For the purpose of this blog post, I’ll be focusing on the communication between SBRepl1 and SBReplDistrib. The illustration below shows the Service Broker objects for each side of the conversation:

The Service Broker endpoints and routes are setup per this MSDN article.The SBRepl_Receive route in MSDB is for the local server’s service (//SBReplDistrib/SBRepl on SBReplDistrib, and //SBRepl1/SBRepl on SBRepl1), and points to the local instance. The SBRepl_Send route on SBRepl1 maps service //SBReplDistrib/SBRepl to TCP://SBReplDistrib:4022, and the SBRepl_Send_SBRepl1 route on SBReplDistrib is a similar mapping for the service on SBRepl1.

The Expected Behavior:

My understanding of how Service Broker handles message sending and receiving is thus (This is pretty simplified. There is a lot more detail about this process in Klaus Aschenbrenner’s (blog | twitter) book “Pro SQL Server 2008 Service Broker”):

  1. The initiator app creates a message (in this case, well formed XML)
  2. If there is an existing dialog conversation between the initiator service and the target service that is in the conversing status, the app can simply send the message on the existing conversation handle. Otherwise, the initiator app should begin a dialog conversation between the initiator service and the target service and send the message on that conversation handle.
  3. The message is placed in the sys.transmission_queue system table and Service Broker begins making attempts to deliver the message to the target service.
  4. Service Broker looks for an appropriate route and remote service binding and uses them to determine the address to connect to in order to deliver the message.
  5. Service Broker opens a connection to the target, authenticates, and delivers the message to the target service broker.
  6. The target Service Broker attempts to classify the message and determine what local service will handle the message (it uses route data in the msdb database for this).
  7. The target Service Broker delivers the message to the target service’s queue
  8. Once the message is successfully delivered to the target queue, the target Service Broker looks for route information back to the initiator and attempts to deliver an acknowledgement that the message was received.
  9. The initiator’s Service Broker receives the acknowledgement and uses routing information in MSDB to determine what local service the acknowledgement is for.
  10. Upon successful routing of the acknowledgement to the initiating service, the message is then removed from the sys.transmission_queue system table.
  11. If the initiator does not receive an acknowledgement that the message was received, it will periodically retry delivering the message to the target. If the target has already received the message, it will simply drop any additional delivery retries and send acknowledgements for them.

The Odd Behavior:

Step 11 is where I am seeing some very odd behavior with Service Broker and AlwaysOn. I see the message getting delivered to the target and processed successfully, and I also see the acknowledgement getting sent back to the initiator and received. However, the message remains in sys.transmission_queue as though no acknowledgement was received. To make things even more strange, Service Broker isn’t attempting to resend the message like I would expect it to if the acknowledgement wasn’t received. Instead, the message simply remain in the sys.transmission_queue, and as new messages are sent, they get delivered, acknowledged, and they too remain in the sys.transmission_queue. It seems to me like service broker is getting the acknowledgements and therefore stops trying to deliver the message, but doesn’t remove it from the sys.transmission_queue for some reason. The transmission_status for these messages remains blank, which should indicate that Service Broker hasn’t attempted to deliver them yet.
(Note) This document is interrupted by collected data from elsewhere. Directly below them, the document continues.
/**
 * Every user-facing string of the 3D views, in one place so they can be reviewed together.
 * Functions take numbers already converted for display; units are part of the wording.
 */
export const VIEWER_STRINGS = {
  regionLabel: '3D view',
  placeholder: 'The 3D view starts once the page has loaded in your browser.',
  noWebgl: 'This browser cannot draw the 3D view: WebGL is switched off or not available. The numbers on this page do not depend on it; try another browser or enable hardware acceleration to see the shape.',
  rendererFailed: (message: string) => `The 3D view could not start its renderer (${message}).`,
  downloadFailed: (what: string, message: string) => `Could not load ${what}: ${message}`,
  stageDownloading: (what: string, done: string, total: string | null) => total ? `Loading ${what}: ${done} of ${total}` : `Loading ${what}: ${done}`,
  stageDecoding: (what: string) => `Reading ${what}`,
  stagePreparing: 'Preparing the surfaces',
  stageFirstFrame: 'Drawing the first frame',
  keyboardHelp: 'Drag to turn, wheel or pinch to zoom, right-drag or two fingers to shift. Keys: arrows turn, + and − zoom, 0 resets.',

  // Toolbar
  toolbarLabel: 'View controls',
  reset: 'Reset view',
  fit: 'Fit to object',
  lookAlong: 'Look along',
  viewAxis: (axis: string, sign: '+' | '−') => `${sign}${axis}`,
  viewAxisTitle: (axis: string, sign: '+' | '−', about: string) => `Look along ${sign}${axis} (${about})`,
  axisOfSmallest: 'axis of the smallest moment',
  axisOfMiddle: 'axis of the middle moment',
  axisOfLargest: 'axis of the largest moment',
  viewAxisUndefined: (title: string, equal: 'AB' | 'BC' | 'ABC') => equal === 'ABC'
    ? `${title}: not defined, all three principal moments agree (degenerate moments), so this direction is an arbitrary choice`
    : `${title}: not defined, moments ${equal[0]} and ${equal[1]} agree (degenerate moments), so this direction is an arbitrary one in their plane`,
  orbitNormalView: 'Orbit normal',
  sideView: 'Side',
  sideViewTitle: 'Look across the line of centres',
  orbitNormalTitle: 'Look down the orbit normal of the approach',
  projection: 'Projection',
  perspective: 'Perspective',
  orthographic: 'Orthographic',
  wireframe: 'Wireframe',
  turntable: 'Turntable',
  gizmo: 'Axes',
  scaleBar: 'Scale bar',
  exportPng: 'Save PNG',
  sunHeading: 'Sun',
  sunAzimuth: 'Azimuth (°)',
  sunElevation: 'Elevation (°)',
  sunFixedToBody: 'Fixed to the body (otherwise fixed to the view)',
  sunHelp: 'A low sun brings out relief on dark surfaces.',
  scaleBarNote: 'Scale bar shown in orthographic projection only.',

  // Lobe view
  colouring: 'Surface colour',
  colourPlain: 'Plain',
  colourGravity: 'Surface gravity',
  colourSlope: 'Slope',
  colourHeight: 'Geopotential height',
  fieldsNotReady: (percent: number | null) => percent === null ? 'The surface fields are not computed yet.' : `The surface fields are being computed (${percent.toFixed(0)} %).`,
  fieldsFailed: 'The surface-field job failed; colouring is unavailable.',
  fieldsCaution: 'Model estimate: homogeneous interior at the stated density, evaluated on a simplified copy of the surface (one value per face). Not a measurement.',
  legendRange: (min: string, max: string) => `${min} to ${max}`,
  unitGravity: 'm s⁻²',
  unitSlope: '°',
  unitHeight: 'm',
  colourScaleNote: 'Colour scale: viridis (perceptually uniform).',

  // Joined view
  joinedHeading: 'Contact configuration',
  showUnion: 'Show the union surface',
  showLobes: 'Show the two lobes',
  approach: 'Approach',
  approachHelp: '0 = contact; 1 = lobe B drawn back along the line of centres by twice the sum of the lobe radii.',
  approachHelpWithOffset: (metres: string) => `0 = contact; 1 = lobe B drawn back along the line of centres by twice the sum of the lobe radii. B moved back by ${metres}.`,
  markers: 'Markers',
  legendLobeA: (name: string) => `Lobe A — ${name}`,
  legendLobeB: (name: string) => `Lobe B — ${name}`,
  legendUnion: 'Union of the two lobes',
  legendContact: 'First-contact point',
  legendNeck: 'Neck outline',
  legendMergedCentroid: 'Centroid of the merged body',
  legendMergedAxes: 'Principal axes of the merged body (smallest, middle, largest moment)',
  noContact: 'The lobes never touch on this approach; they are drawn in their starting poses without contact marks.',
  studyNotDone: (status: string) => `The study ${status === 'failed' ? 'failed' : status === 'cancelled' ? 'was cancelled' : `is ${status}`}: there is nothing to draw.`,
  studyPending: (percent: number) => `The study is still running (${percent} %); the view appears once it has finished.`,
  unionMissing: 'The union surface is not available for this study.',
  contactFrameNote: 'Contact frame: lobe A’s axes, origin at lobe A’s centroid.',
} as const

/** Bytes for progress messages (SI prefixes, powers of 1000). */
export function formatBytes(n: number): string {
  if (n < 1000) return `${n} B`
  if (n < 1e6) return `${(n / 1e3).toFixed(1)} kB`
  if (n < 1e9) return `${(n / 1e6).toFixed(1)} MB`
  return `${(n / 1e9).toFixed(2)} GB`
}

/** A length in metres shown in km or m, for scale bars and offsets. */
export function formatLength(m: number): string {
  const a = Math.abs(m)
  if (a >= 1000) return `${trim(m / 1000)} km`
  if (a >= 1) return `${trim(m)} m`
  return `${trim(m * 100)} cm`
}

function trim(v: number): string {
  return Number(v.toPrecision(3)).toString()
}

/** A field value with its unit: 3 significant digits, exponent form for very small or large. */
export function formatValue(v: number, unit: string): string {
  const a = Math.abs(v)
  let s = Number(v.toPrecision(3)).toString()
  if (a !== 0 && (a < 1e-2 || a >= 1e5)) {
    const [mant, exp] = v.toExponential(2).split('e')
    s = `${mant}×10${[...String(Number(exp))].map(c => SUPERSCRIPT[c] ?? c).join('')}`
  }
  return unit === '°' ? `${s}${unit}` : `${s} ${unit}`
}

const SUPERSCRIPT: Record<string, string> = { '-': '⁻', '0': '⁰', '1': '¹', '2': '²', '3': '³', '4': '⁴', '5': '⁵', '6': '⁶', '7': '⁷', '8': '⁸', '9': '⁹' }
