/**
 * Colours of the 3D views. Bodies and marks use the Okabe–Ito set (Okabe & Ito 2008, "Color
 * Universal Design"), chosen because its members stay distinct under the common colour-vision
 * deficiencies: lobe A orange and lobe B sky blue differ in hue and in lightness, so they separate
 * for protan, deutan and tritan viewers and in greyscale print.
 */
export const VIEWER_COLOURS = {
  background: '#0e1014', // basalt-950
  lobe: '#c9c4bc', // single lobe: a neutral light regolith grey
  lobeA: '#E69F00', // Okabe–Ito orange
  lobeB: '#56B4E9', // Okabe–Ito sky blue
  union: '#BBBBBB',
  neck: '#F0E442', // Okabe–Ito yellow
  contact: '#FFFFFF',
  mergedCentroid: '#CC79A7', // Okabe–Ito reddish purple
  /** Smallest, middle, largest moment (also the gizmo's x, y, z, which carry letters too). */
  axes: ['#D55E00', '#009E73', '#0072B2'] as const, // Okabe–Ito vermillion, bluish green, blue
} as const
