/**
 * Edge incidence. Algorithm: a counting sort puts every half-edge h (stored as its id) into the
 * bucket of its smaller end vertex (CSR, buckets in vertex order, ids ascending inside a bucket,
 * larger end stored beside each id);
 * all half-edges of one edge then share a bucket of ~6 entries and are matched there by their
 * larger end. An edge with two half-edges is paired (same direction → `sameDir`), with one it is a
 * boundary edge, with more it is non-manifold. Memory: the buckets (8 bytes per half-edge, freed
 * on return) besides the result (5 bytes per half-edge). `skipDegenerate` ignores half-edges with equal ends.
 */
export function analyseEdges(I: Uint32Array, nv: number, skipDegenerate = false): EdgeAnalysis {
  return pairClosedConsistent(I, nv) ?? pairEdges(I, nv, skipDegenerate)
}

/**
 * Fast path for the usual input, a closed mesh wound consistently: every edge a–b is crossed once
 * as a → b and once as b → a. Only rising half-edges (lower → higher vertex) are bucketed, by
 * their lower end (counting sort, larger end stored beside each id); each falling half-edge then
 * looks in its lower end's bucket for its mate. Returns undefined as soon as the mesh is not of
 * this kind (a degenerate half-edge, more rising than falling half-edges, a falling one with no
 * or two candidate mates, a rising one claimed twice); the general pairing then decides. When it
 * succeeds every rising half-edge was claimed exactly once, so each edge has exactly one
 * half-edge each way: the result is the one the general pairing would give.
 */
function pairClosedConsistent(I: Uint32Array, nv: number): EdgeAnalysis | undefined {
  const nh = I.length
  const start = new Uint32Array(nv + 1)
  for (let h = 0; h < nh; h += 3) {
    const a = I[h]!, b = I[h + 1]!, c = I[h + 2]!
    if (a === b || b === c || c === a) return undefined
    if (a < b) start[a + 1]!++
    if (b < c) start[b + 1]!++
    if (c < a) start[c + 1]!++
  }
  for (let v = 0; v < nv; v++) start[v + 1] = start[v + 1]! + start[v]!
  if (2 * start[nv]! !== nh) return undefined
  const twin = new Int32Array(nh)
  const bucket = new Uint32Array(nh / 2), upper = new Uint32Array(nh / 2)
  for (let h = 0; h < nh; h += 3) {
    const a = I[h]!, b = I[h + 1]!, c = I[h + 2]!
    if (a < b) putRising(start, bucket, upper, twin, h, a, b)
    if (b < c) putRising(start, bucket, upper, twin, h + 1, b, c)
    if (c < a) putRising(start, bucket, upper, twin, h + 2, c, a)
  }
  // bucket of vertex v is now bucket[start[v−1] .. start[v]) (start[−1] read as 0)
  for (let h = 0; h < nh; h += 3) {
    const a = I[h]!, b = I[h + 1]!, c = I[h + 2]!
    if (a > b && !claimMate(start, bucket, upper, twin, h, b, a)) return undefined
    if (b > c && !claimMate(start, bucket, upper, twin, h + 1, c, b)) return undefined
    if (c > a && !claimMate(start, bucket, upper, twin, h + 2, a, c)) return undefined
  }
  return { twin, sameDir: NO_SAME_DIR, sameDirEdges: 0, boundary: 0, nonManifold: 0, boundaryFaces: [], nonManifoldFaces: [] }
}

/** `sameDir` of a pairing with no same-direction edge (shared, never written). */
const NO_SAME_DIR = new Uint8Array(0)

/** Files rising half-edge h (lo → hi) in bucket lo, not yet claimed. */
function putRising(start: Uint32Array, bucket: Uint32Array, upper: Uint32Array, twin: Int32Array, h: number, lo: number, hi: number): void {
  const k = start[lo]!++
  bucket[k] = h
  upper[k] = hi
  twin[h] = -1
}

/**
 * Falling half-edge h (hi → lo) claims the single rising lo → hi in bucket lo; false when there is
 * none, more than one, or it was already claimed.
 */
function claimMate(start: Uint32Array, bucket: Uint32Array, upper: Uint32Array, twin: Int32Array, h: number, lo: number, hi: number): boolean {
  let mate = -1
  for (let k = lo === 0 ? 0 : start[lo - 1]!, k1 = start[lo]!; k < k1; k++) {
    if (upper[k] === hi) { if (mate !== -1) return false; mate = bucket[k]! }
  }
  if (mate === -1 || twin[mate] !== -1) return false
  twin[h] = mate
  twin[mate] = h
  return true
}

/** General pairing (see `analyseEdges`): any mix of boundary, non-manifold and same-direction edges. */
function pairEdges(I: Uint32Array, nv: number, skipDegenerate: boolean): EdgeAnalysis {
  const nh = I.length
  const twin = new Int32Array(nh) // every entry is written below: −1 for skipped and unpaired half-edges
  const { start, bucket, upper } = bucketByLowerEnd(I, nv, skipDegenerate, twin)
  const sameDir = new Uint8Array(nh)
  let boundary = 0, nonManifold = 0, sameDirEdges = 0
  const boundaryHe: number[] = [], nonManifoldHe: number[] = []
  for (let v = 0; v < nv; v++) {
    const s0 = v === 0 ? 0 : start[v - 1]!, s1 = start[v]!
    for (let i = s0; i < s1; i++) {
      const b = upper[i]! >>> 1
      let seen = false // an earlier entry of this bucket already handled the edge v–b
      for (let j = s0; j < i; j++) if (upper[j]! >>> 1 === b) { seen = true; break }
      if (seen) continue
      const h = bucket[i]!
      let count = 1, mate = -1, mateDir = 0
      for (let j = i + 1; j < s1; j++) if (upper[j]! >>> 1 === b) { count++; mate = bucket[j]!; mateDir = upper[j]! & 1 }
      if (count === 2) {
        twin[h] = mate; twin[mate] = h
        if ((upper[i]! & 1) === mateDir) { sameDir[h] = 1; sameDir[mate] = 1; sameDirEdges++ }
      } else if (count === 1) {
        twin[h] = -1
        boundary++
        keepFirst(boundaryHe, h, I)
      } else {
        twin[h] = -1
        for (let j = i + 1; j < s1; j++) if (upper[j]! >>> 1 === b) twin[bucket[j]!] = -1
        nonManifold++
        keepFirst(nonManifoldHe, h, I) // h is the edge's lowest half-edge id (ids ascend in a bucket)
      }
    }
  }
  const faceOf = (h: number) => (h / 3) | 0
  return { twin, sameDir, sameDirEdges, boundary, nonManifold, boundaryFaces: boundaryHe.map(faceOf), nonManifoldFaces: nonManifoldHe.map(faceOf) }
}

/**
 * Counting sort of half-edge ids by their smaller end vertex. On return bucket v is
 * bucket[start[v−1] .. start[v]) (start[−1] read as 0): the fill cursor ends at the next bucket.
 * upper[k] is 2 × (larger end of half-edge bucket[k]) + (1 when it runs from the larger end),
 * stored so that the matching reads no face. Skipped (degenerate) half-edges get twin −1.
 */
function bucketByLowerEnd(I: Uint32Array, nv: number, skipDegenerate: boolean, twin: Int32Array) {
  const nh = I.length
  const start = new Uint32Array(nv + 1)
  for (let h = 0; h < nh; h += 3) {
    const a = I[h]!, b = I[h + 1]!, c = I[h + 2]!
    if (!skipDegenerate || a !== b) start[(a < b ? a : b) + 1]!++
    if (!skipDegenerate || b !== c) start[(b < c ? b : c) + 1]!++
    if (!skipDegenerate || c !== a) start[(c < a ? c : a) + 1]!++
  }
  for (let v = 0; v < nv; v++) start[v + 1] = start[v + 1]! + start[v]!
  const bucket = new Uint32Array(start[nv]!)
  const upper = new Uint32Array(start[nv]!)
  for (let h = 0; h < nh; h += 3) {
    const a = I[h]!, b = I[h + 1]!, c = I[h + 2]!
    if (!skipDegenerate || a !== b) place(start, bucket, upper, h, a, b); else twin[h] = -1
    if (!skipDegenerate || b !== c) place(start, bucket, upper, h + 1, b, c); else twin[h + 1] = -1
    if (!skipDegenerate || c !== a) place(start, bucket, upper, h + 2, c, a); else twin[h + 2] = -1
  }
  return { start, bucket, upper }
}

/** Puts half-edge h (a → b) at the fill cursor of its lower end's bucket. */
function place(start: Uint32Array, bucket: Uint32Array, upper: Uint32Array, h: number, a: number, b: number): void {
  const k = start[a < b ? a : b]!++
  bucket[k] = h
  upper[k] = a < b ? 2 * b : 2 * a + 1
}

/**
 * Keeps in `list` the MAX_LISTED half-edges that come first in the order (source vertex I[h], h),
 * the order in which a vertex-by-vertex scan of out-going half-edges would meet them.
 */
function keepFirst(list: number[], h: number, I: Uint32Array): void {
  const before = (x: number, y: number) => I[x]! < I[y]! || (I[x] === I[y] && x < y)
  if (list.length === MAX_LISTED && !before(h, list[MAX_LISTED - 1]!)) return
  let i = list.length
  list.push(h)
  while (i > 0 && before(h, list[i - 1]!)) { list[i] = list[i - 1]!; i-- }
  list[i] = h
  if (list.length > MAX_LISTED) list.pop()
}

/**
 * Pairs of faces that intersect and share no vertex, using a three-mesh-bvh BVH built on a
 * Float32 copy (`indirect: true`, so the index order is kept) cast against itself. Pairs that
 * share a vertex are not tested. Triangle tests use three-mesh-bvh's ExtendedTriangle (float32).
 */
export function findSelfIntersections(mesh: TriMesh, maxPairs = 10): { checked: true, count: number, firstPairs: [number, number][] } {
  const geom = new BufferGeometry()
  geom.setAttribute('position', new BufferAttribute(Float32Array.from(mesh.positions), 3))
  geom.setIndex(new BufferAttribute(mesh.indices.slice(), 1))
  const bvh = new MeshBVH(geom, { indirect: true, targetLeafSize: 8 })
  const I = mesh.indices
  const P = mesh.positions
  const t1 = new ExtendedTriangle(), t2 = new ExtendedTriangle()
  const setTri = (t: ExtendedTriangle, f: number) => {
    const a = 3 * I[3 * f]!, b = 3 * I[3 * f + 1]!, c = 3 * I[3 * f + 2]!
    t.a.set(P[a]!, P[a + 1]!, P[a + 2]!); t.b.set(P[b]!, P[b + 1]!, P[b + 2]!); t.c.set(P[c]!, P[c + 1]!, P[c + 2]!)
    t.needsUpdate = true
  }
  let count = 0
  const firstPairs: [number, number][] = []
  const resolve = (i: number) => bvh.resolveTriangleIndex(i)
  bvh.bvhcast(bvh, new Matrix4(), {
    intersectsRanges(o1: number, c1: number, o2: number, c2: number) {
      for (let i = o1; i < o1 + c1; i++) {
        const f = resolve(i)
        const fa = I[3 * f]!, fb = I[3 * f + 1]!, fc = I[3 * f + 2]!
        let setF = false
        for (let j = o2; j < o2 + c2; j++) {
          const g = resolve(j)
          if (g <= f) continue
          const ga = I[3 * g]!, gb = I[3 * g + 1]!, gc = I[3 * g + 2]!
          if (ga === fa || ga === fb || ga === fc || gb === fa || gb === fb || gb === fc || gc === fa || gc === fb || gc === fc) continue
          if (!setF) { setTri(t1, f); setF = true }
          setTri(t2, g)
          if ((t1.intersectsTriangle as unknown as (o: ExtendedTriangle, t: null, quiet: boolean) => boolean).call(t1, t2, null, true)) {
            count++
            if (firstPairs.length < maxPairs) firstPairs.push([f, g])
          }
        }
      }
      return false
    },
  })
  geom.dispose()
  return { checked: true, count, firstPairs }
}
I checked the retention setting on the service queue, and it is set to off, but that should only impact the service queue and not the sys.transmission_queue. I have also traced both sides of the conversation using SQL Profiler, and I am able to see the message getting sent and the acknowledgement being sent back to the initiator and getting received (see XML trace data at the end of this post).

One odd thing did jump out at me in the traces though. I noticed that both sides seemed to be a bit confused about the TCP connections, because messages are sent from the IP address of the node itself while the service routes and the messages themselves point to the name/IP of the AG listener. This confusion appears to be causing each side to close the existing connection between the two services and create a new one in order to deliver a message or acknowledgement. I’m not sure if this is normal or not or if it has anything to do with why the acknowledgements aren’t being handled correctly, but it was the only thing I could see that could possibly explain the odd behavior.

The Plea for Help:

At this time, I don’t have a solution to this message retention issue other than to manually end the conversation with cleanup on both sides, and that’s not really something I want to do. If you have any ideas as to why this might be happening or what I can do about it, please leave me a comment and let me know. If there is any additional information that you would like me to provide about my setup or about the issue, please let me know in the comments as well. I will post a followup to this post if/when I find a solution to this issue.

The Trace Data:

I’ve removed the trace data from this blog post for brevity and security reasons. Please leave me a comment if you would like to review the trace files.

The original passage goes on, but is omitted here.